In economy some things have positive correlation with interest & some have negative correlation with interest rate.
For example: if interest rate increases in economy then increase in borrowing cost of companies then companies will less attractive to take borrowings because it will increase 'Cost of Capital' of companies,
Due to this lower demand of money in economy , less employment due to constraint of new business that industry do with new investment .
If there is more supply of money in terms of saving then Bank interest rate would be down so that Persons would be less attractive to savings.
This would until demand and supply come to an equilibrium.
However, this is theoretically but in real life there are lot of factors due to which above written links not be 100% accurate .

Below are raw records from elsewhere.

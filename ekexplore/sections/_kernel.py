"""The transport kernel shared by every 2D section (see ``ekexplore._state``).

Per parameter point it builds (or takes from the cache) three graded meshes
with n/2, n and 2n cells across, solves the potential (Debye-Hueckel or
Poisson-Boltzmann) and the flow on each, and returns the Richardson
extrapolation of the two finer levels. The reported error is the difference
between that and the extrapolation of the two coarser levels (the error
estimate of the coarser extrapolation) when the levels converge at second
order, and the error estimate of the finest level itself when they do not
yet (checked against closed forms and the 1D core in the tests). If it misses the target accuracy the resolution is
raised once, as far as the estimate asks.
"""
from __future__ import annotations

import numpy as np

from .._constants import F
from ..coefficients import coefficients, dh_means, neutrality_charge, thin_means
from ..doublelayer import gouy_chapman_length
from ..wall import isolated_wall_charge, isolated_wall_potential
from ._meshes import build_mesh
from ._numerics import flow_profile, harmonic_extension, solve_potential

__all__ = ["section_kernel", "DEFAULT_ACCURACY", "resolution", "scaled_solution",
           "flow_solution"]

#: Target relative error of the 2D solution when none is given [-].
DEFAULT_ACCURACY = 1e-3
#: Accuracy below which the mesh is not refined further.
ACCURACY_FLOOR = 1e-7
#: Middle-level cells across the narrow direction at the default accuracy.
_N_DEFAULT = 16
#: Largest middle-level resolution (the fine level doubles it).
_N_MAX = 128
#: kappa * half-size above which a constant-charge wall starts from 32 cells.
_THIN_CHARGE_K = 2000.0


def resolution(accuracy):
    """Middle-level cells n (a multiple of 16) for a target relative error.

    Three levels n/2, n, 2n are solved; the extrapolated error falls about as
    n^-4, so n grows as accuracy^-1/4 from 16 cells at 1e-3.
    """
    acc = max(float(accuracy), ACCURACY_FLOOR)
    n = _N_DEFAULT * (DEFAULT_ACCURACY / acc) ** 0.25
    return int(min(_N_MAX, max(16, 16 * int(np.ceil(n / 16.0 - 1e-9)))))


def _refined(n, err, accuracy):
    """The resolution the error estimate asks for (error ~ n^-4), a multiple of 16."""
    return int(min(_N_MAX, 16 * int(np.ceil(1.05 * n * (err / accuracy) ** 0.25 / 16))))


def _gouy(lam, z, phi_w):
    """Scaled inner length of a strongly charged wall (the Gouy-Chapman length),
    or None below |z phi_w| = 2, where the Debye length is the inner scale."""
    if min(abs(np.max(np.abs(z)) * phi_w), 80.0) < 2.0:
        return None
    return float(gouy_chapman_length(lam, z, phi_w))


def scaled_solution(mesh, kl2, w, z, condition, value, model, guess=None):
    """Potential and the scaled area means on one mesh.

    Returns a dict: ``phi`` nodal potential, ``d`` = phi - h with h the
    discrete harmonic function equal to phi on the wall (u_eo over
    eps kT/(e eta) E), ``u`` the scaled Poiseuille profile, ``g`` the scaled
    charge density, and the means ``u_mean`` <u>, ``l12`` <d>, ``l21``
    (kappa L)^2 <g u>, ``mean_c`` <c_i>/c_i and ``conv`` <(c_i/c_i - 1) d> per ion
    (the convection of the ion's excess over the bulk),
    ``phi_wall`` the wall-averaged potential and ``mean_g`` <g>.
    """
    offset, dev, info = solve_potential(mesh, kl2, w, z, condition, value, model, guess)
    phi = offset + dev
    u = flow_profile(mesh)
    m = mesh.m / mesh.area
    if condition == "potential":
        d = dev
    else:
        d = dev - harmonic_extension(mesh, dev)
    zc = z[:, None]
    if model == "pb":
        conc = np.exp(-zc * offset) * np.exp(-zc * dev[None, :])
        g = w @ conc
        mean_c = conc @ m
        # convection of each ion's excess over the bulk
        conv = (np.expm1(-zc * phi[None, :]) * d[None, :]) @ m
    else:   # dh: linear charge density
        g = -phi
        mean_c, conv = (a[:, 0] for a in dh_means(z, np.array([m @ phi]),
                                                   np.array([m @ phi**2]),
                                                   np.array([m @ (phi * d)])))
    wall = mesh.wall
    return {
        "phi": phi, "d": d, "u": u, "g": g, "info": info,
        "u_mean": float(m @ u),
        "l12": float(m @ d),
        "l21": float(kl2 * (m @ (g * u))),
        "mean_c": mean_c,
        "conv": conv,
        "phi_wall": float(offset + mesh.b[wall] @ dev[wall] / mesh.b[wall].sum()),
        "mean_g": float(m @ g),
        "area": mesh.area, "perimeter": mesh.perimeter,
    }


def prolong(coarse, fine, values):
    """Coarse nodal values carried to the fine mesh, a start for Newton there.

    Fine nodes that coincide with coarse ones (the graded maps are nested)
    take their value; the others the mean of their coinciding neighbours,
    or of the nearest coarse node when none is adjacent.
    """
    from scipy.spatial import cKDTree
    tree = getattr(coarse, "_tree", None)
    if tree is None:
        tree = coarse._tree = cKDTree(coarse.points)
    dist, j = tree.query(fine.points)
    same = dist <= 1e-9 * np.ptp(fine.points[:, 0])
    out = values[j].astype(float)
    adj = (fine.K != 0).astype(float)
    known = np.where(same, out, 0.0)
    num = adj @ known
    cnt = adj @ same.astype(float)
    fill = ~same & (cnt > 0)
    out[fill] = num[fill] / cnt[fill]
    return out


def flow_solution(mesh):
    """Scaled flow means on one mesh: <u> and the wall-shear integral over the area.

    The wall shear is the discrete boundary flux of the flow, sum over wall
    nodes of (m - K u), the force the walls exert per unit length and G.
    """
    u = flow_profile(mesh)
    r = mesh.m - mesh.K @ u
    return {"u": u, "u_mean": float(mesh.m @ u / mesh.area),
            "shear": float(r[mesh.wall].sum() / mesh.area)}


def _levels(kind, dims, n, lam, gouy, kl2, w, z, condition, value, model, lam_c, conv_c):
    """Solutions on the meshes with n/2, n and 2n cells.

    Returns the solutions with n and 2n cells (their Richardson combination is
    the result) and its estimated relative error: the difference between the
    Richardson values of the pairs (n, 2n) and (n/2, n), largest over the
    electro-osmotic, streaming and conductive coefficients. It is the error
    estimate of the coarser extrapolation, so it bounds the finer one while
    the solution converges monotonically. ``lam_c`` (lambda_i c_i) and ``conv_c``
    (z_i F c_i eps kT/(e eta)) turn the scaled means into the migration and
    convection parts of the conductive coefficient [S/m].
    (The hydraulic coefficient comes
    from meshes graded for the flow alone, see :func:`_hydraulic`.)
    """
    meshes = [build_mesh(kind, dims, k, lam, gouy) for k in (n // 2, n, 2 * n)]
    sols = [scaled_solution(meshes[0], kl2, w, z, condition, value, model)]
    for i in (1, 2):
        sols.append(scaled_solution(meshes[i], kl2, w, z, condition, value, model,
                                    guess=prolong(meshes[i - 1], meshes[i], sols[-1]["phi"])))

    def coeffs(r):
        out = [lam_c @ r["mean_c"] + conv_c @ r["conv"]]        # conductive coefficient
        if abs(sols[2]["l12"]) > 1e-300:
            out += [r["l12"], r["l21"]]
        return np.array(out)

    c0, c1, c2 = (coeffs(r) for r in sols)
    return sols[1], sols[2], _estimate(c0, c1, c2)


def _estimate(c0, c1, c2):
    """Relative error of the extrapolation of (c1, c2), from three levels.

    Where the successive differences shrink by 2.5-6.5 per halving (the
    second-order asymptotic range), the difference between the two
    extrapolations (c0, c1) and (c1, c2); elsewhere (not yet asymptotic)
    the error estimate of the finest level itself, (c2 - c1)/3, which is
    larger and does not rely on the extrapolation.
    """
    scale = np.maximum(np.abs(c2), 1e-300)
    d1, d2 = c1 - c0, c2 - c1
    tiny = np.abs(d2) <= 1e-12 * scale
    ratio = np.where(tiny, 4.0, d1 / np.where(tiny, 1.0, d2))
    asymptotic = (ratio >= 2.5) & (ratio <= 6.5)
    three = np.abs(_rich(c1, c2) - _rich(c0, c1)) / scale
    two = np.abs(d2) / 3.0 / scale
    return float(np.max(np.where(asymptotic | tiny, three, np.maximum(three, two))))


def _hydraulic(channel, values, kind, dims, L, n, accuracy, need_shear=True):
    """<u>/(G/eta) [m^2], its estimated error and the scaled wall-shear integral,
    from meshes graded for the flow alone (exact closed forms where they exist).
    Three levels as in :func:`_levels`; the resolution is refined once if the
    estimate misses ``accuracy``."""
    exact = channel._exact_flow_mean_values(*values)
    if exact is not None and not need_shear:
        return exact, 0.0, None
    for attempt in range(2):
        f0, f1, f2 = (flow_solution(build_mesh(kind, dims, k)) for k in (n // 2, n, 2 * n))
        r2 = _rich(f1["u_mean"], f2["u_mean"])
        err = _estimate(*(np.array([f["u_mean"]]) for f in (f0, f1, f2)))
        if err <= accuracy or n >= _N_MAX:
            break
        n = _refined(n, err, accuracy)
    shear = _rich(f1["shear"], f2["shear"])
    if exact is not None:
        return exact, 0.0, shear
    return L**2 * r2, err, shear


def _rich(c, f):
    return (4.0 * f - c) / 3.0


def _series_means(s, phi_w, kappa, z):
    """Scaled means of the Debye-Hueckel closed-form series (constant potential)."""
    mean_c, conv = dh_means(z, *(np.array([v]) for v in (
        phi_w * s["mean_phi"], phi_w**2 * s["mean_phi2"],
        phi_w**2 * (s["mean_phi2"] - s["mean_phi"]))))
    return {"l12": -phi_w * s["one_minus_mean_phi"], "l21": -kappa**2 * phi_w * s["mean_phi_u"],
            "mean_c": mean_c[:, 0], "conv": conv[:, 0]}


def _point_thin(channel, bk, geo, k, n, accuracy):
    """The slip model at one point: flow from the mesh, layer from the flat wall."""
    kind, dims, L = geo["spec"][k]
    phi_w = float(bk.scaled_value[0]) if bk.wall.dirichlet else float(isolated_wall_potential(
        bk.z, bk.weights, bk.K, bk.scaled_value)[0])
    u_mean, err, shear = _hydraulic(channel, geo["values"][k], kind, dims, L, n, accuracy)
    per_area = geo["perimeter"][k] / geo["area"][k] / bk.kappa
    means = thin_means(bk, np.array([phi_w]), per_area, shear)
    means = {"l12": means["l12"], "l21": means["l21"], "mean_c": means["mean_c"][:, 0],
             "conv": means["conv_excess"][:, 0]}
    sigma = bk.value[0] if not bk.wall.dirichlet else float(
        bk.eps[0] * bk.VT[0] * bk.kappa[0]
        * isolated_wall_charge(bk.z[:, None], bk.weights, np.array([phi_w]))[0])
    return means, u_mean, sigma, phi_w, err


def _point_series(channel, bk, geo, k, accuracy, model, options):
    """The rectangle's Debye-Hueckel series at one point, or None where it does
    not apply or its tail misses the accuracy."""
    if model != "dh" or not bk.wall.dirichlet or not options.get("rectangle_series", True):
        return None
    kappa = float(bk.kappa[0])
    s = channel._dh_series_values(*geo["values"][k], kappa)
    if s is None or not s["tail"] < 0.1 * accuracy:
        return None
    phi_w = float(bk.scaled_value[0])
    means = _series_means(s, phi_w, kappa, bk.z)
    sigma = float(neutrality_charge(bk, -phi_w * s["mean_phi"],
                                    geo["area"][k] / geo["perimeter"][k])[0])
    return means, s["mean_u"], sigma, phi_w, s["tail"]


def _point_mesh(channel, bk, geo, k, n, accuracy, model):
    """dh or pb at one point on three graded meshes, Richardson-extrapolated."""
    kind, dims, L = geo["spec"][k]
    kappa = float(bk.kappa[0])
    lam = 1.0 / (kappa * L)
    z = bk.z
    value = float(bk.scaled_value[0])
    cond_name = bk.wall.name
    gouy = None
    if model == "pb":
        phi_est = value if bk.wall.dirichlet else float(isolated_wall_potential(
            z, bk.weights, bk.K, bk.scaled_value)[0])
        gouy = _gouy(lam, z, phi_est)
    kl2 = (kappa * L) ** 2
    nk = n
    if not bk.wall.dirichlet and kappa * L > _THIN_CHARGE_K:
        # measured: with a constant-charge wall and layers this thin the
        # coarsest of three 16-cell levels is not yet asymptotic, and
        # the three-level estimate can miss errors of 0.5 %
        nk = max(nk, 32)
    lam_c = (bk.molar_conductivity * bk.c)[:, 0]
    conv_c = (bk.z[:, None] * F * bk.c * bk.eps * bk.VT / bk.eta)[:, 0]
    w = bk.charge_weights[:, 0]
    for attempt in range(2):
        rc, rf, err = _levels(kind, dims, nk, lam, gouy, kl2, w, z, cond_name, value, model,
                              lam_c, conv_c)
        if err <= accuracy or nk >= _N_MAX:
            break
        nk = _refined(nk, err, accuracy)   # refine once, as the estimate asks
    ex = {key: _rich(rc[key], rf[key]) for key in
          ("l12", "l21", "mean_c", "conv", "phi_wall", "mean_g")}
    u_mean, err_flow, _ = _hydraulic(channel, geo["values"][k], kind, dims, L, n, accuracy,
                                     need_shear=False)
    sigma = bk.value[0] if not bk.wall.dirichlet else float(
        neutrality_charge(bk, ex["mean_g"], rf["area"] / rf["perimeter"] * L)[0])
    return ex, u_mean, sigma, ex["phi_wall"], max(err, err_flow)


def section_kernel(channel, cond, models, options):
    """Kernel for a 2D section: see ``ekexplore._state`` for the returned dict."""
    accuracy = options.get("accuracy")
    accuracy = DEFAULT_ACCURACY if accuracy is None else accuracy
    n = resolution(accuracy)
    b = cond.flat()
    shape = cond.shape
    geo = channel._geometry_arrays(shape)          # dict of (B,) arrays and per-point specs
    chosen = np.broadcast_to(np.asarray(models), shape).reshape(b.B)
    keys = ("L11", "L12", "L21", "L22_migration", "L22_convection", "wall_potential",
            "wall_charge", "error")
    out = {key: np.empty(b.B) for key in keys}
    out["ion_current"] = np.empty((len(b.z), b.B))
    for k in range(b.B):
        bk = b.take(np.array([k])).with_length(np.array([geo["spec"][k][2]]))
        name = chosen[k]
        if name == "thin":
            res = _point_thin(channel, bk, geo, k, n, accuracy)
        else:
            res = (_point_series(channel, bk, geo, k, accuracy, name, options)
                   or _point_mesh(channel, bk, geo, k, n, accuracy, name))
        means, u_mean, sigma, phi_w, err = res
        co = coefficients(bk, np.atleast_1d(means["l12"]), np.atleast_1d(means["l21"]),
                          means["mean_c"][:, None], means["conv"][:, None])
        out["L11"][k] = u_mean / bk.eta[0]
        out["L12"][k] = co["L12"][0]
        out["L21"][k] = co["L21"][0]
        out["L22_migration"][k] = np.sum(co["migration"])
        out["L22_convection"][k] = np.sum(co["convection"])
        out["ion_current"][:, k] = (co["migration"] + co["convection"])[:, 0]
        out["wall_potential"][k] = phi_w * bk.VT[0]
        out["wall_charge"][k] = sigma
        out["error"][k] = err
    est = options.get("model_errors")
    if est is not None:
        for name in ("thin", "dh"):
            sel = chosen == name
            out["error"][sel] = np.maximum(out["error"][sel], est[name].reshape(-1)[sel])
    for key in keys:
        out[key] = out[key].reshape(shape)
    out["ion_current"] = out["ion_current"].reshape((len(b.z),) + shape)
    out["model"] = chosen.reshape(shape)
    from .profiles import section_profiles_factory
    out["profiles"] = section_profiles_factory(channel, cond, out["model"], accuracy)
    return out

Due to Interest rate, stock market affected in the below manner:
1. Suppose if US increase their Fed rate . It means now US residents get more return in their own country so they will be less attractive to invest in India so there will be outflow from India. Due to this India stock market going to fall if DII would not nullify this effect by their investment.
2. If all things are constant then due to this outflow there is increase in demand of US dollars in Foreign Exchange Market and increase in supply of INR. So Indian currency exchange going to depreciate.

As interest rates move up, the cost of borrowing becomes more expensive. This means that demand for lower-yield bonds will drop, causing their price to drop. As interest rates fall, it becomes easier to borrow money and many companies will issue new bonds to finance expansion.

Once the interest rates on the bonds increase, they become much more attractive as compared to the stocks, pertaining to the risk factor associated with stocks, Funds, therefore, flow towards the bond market from the stock market indicating the rise in demand for bonds at the cost of stocks.